— What needs to be done —
Exactly as they appear below, repeat the lines from the one with "from .lanes import SALE, Lane, horizon_months" through the one with "plan: DailyPlan) ->", and no others.

— Given information —
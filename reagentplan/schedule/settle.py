"""Departures that do not slip: the earlier of two equally cheap days.

A solver stops within its gap, and a tie between shipping on Tuesday or next Monday is
well inside any gap a plan of a million is solved to, so which of the two a plan holds is
the solver's accident.  Remade every week, a load that sits "next week" can slip week
after week until the month's room is gone.  So, after the solve, each whole-load sale is
moved to the earliest day of the same calendar month (the same contract month, the same
price) on which the buyer's lane is open, takes another load that day, the product meets
the buyer's limits, and the store keeps at least its safety stock (or what it had, if
that was less) on every day in between.  Nothing else moves, the month's totals and the
money stay the same, and the caller keeps the result only if `evaluate` prices it no
dearer.

References
----------
Silver, E. A., Pyke, D. F. and Thomas, D. J. (2016), *Inventory and Production
Management in Supply Chains*, 4th ed., CRC Press: rolling-horizon planning and plan
nervousness (the reason to settle ties the same way every week).
"""

from __future__ import annotations

import numpy as np
import pandas as pd

from ..scenario import Scenario
from .evaluate import DailyPlan, off_spec_days, store_levels
from .lanes import SALE, Lane, horizon_months


def earliest_departures(scenario: Scenario, balance: pd.DataFrame, lanes: list[Lane],
                        plan: DailyPlan) -> tuple[DailyPlan, int]:
    """A copy of ``plan`` with whole-load sales moved to the earliest equal day (see the
    module), and how many loads moved [-]."""
    month_index, _, _ = horizon_months(scenario.dates)
    qty = {k: v.copy() for k, v in plan.quantity.items()}
    out = DailyPlan(qty, plan.booked, plan.removal, plan.bought_t, plan.sold_t)
    levels, _ = store_levels(scenario, balance, lanes, out)
    levels = {k: v.copy() for k, v in levels.items()}
    moved = 0
    for lane in sorted((l for l in lanes if l.kind == SALE and l.load_t), key=lambda l: l.cost_per_t):
        store = lane.material
        if store not in levels:
            continue
        floor = scenario.storage[store].safety_t
        booked = plan.booked.get(lane.name, np.zeros(len(month_index), int))
        ok = lane.open & ~off_spec_days(lane, balance)
        q = qty[lane.name]
        level = levels[store]
        for d in np.flatnonzero(q > booked):
            while q[d] > booked[d]:
                same = np.flatnonzero((month_index == month_index[d]) & (np.arange(len(q)) < d)
                                      & ok & (q < lane.max_per_day))
                target = None
                for e in same:
                    # shipping on e instead of d lowers the store by a load on days e..d-1
                    span = level[e:d]
                    if (span - lane.load_t >= np.minimum(floor, span) - 1e-6).all():
                        target = e
                        break
                if target is None:
                    break
                q[d] -= 1
                q[target] += 1
                level[target:d] -= lane.load_t
                moved += 1
    return out, moved


__all__ = ["earliest_departures"]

— Output for this exercise —
from .lanes import SALE, Lane, horizon_months


def earliest_departures(scenario: Scenario, balance: pd.DataFrame, lanes: list[Lane],
                        plan: DailyPlan) -> tuple[DailyPlan, int]:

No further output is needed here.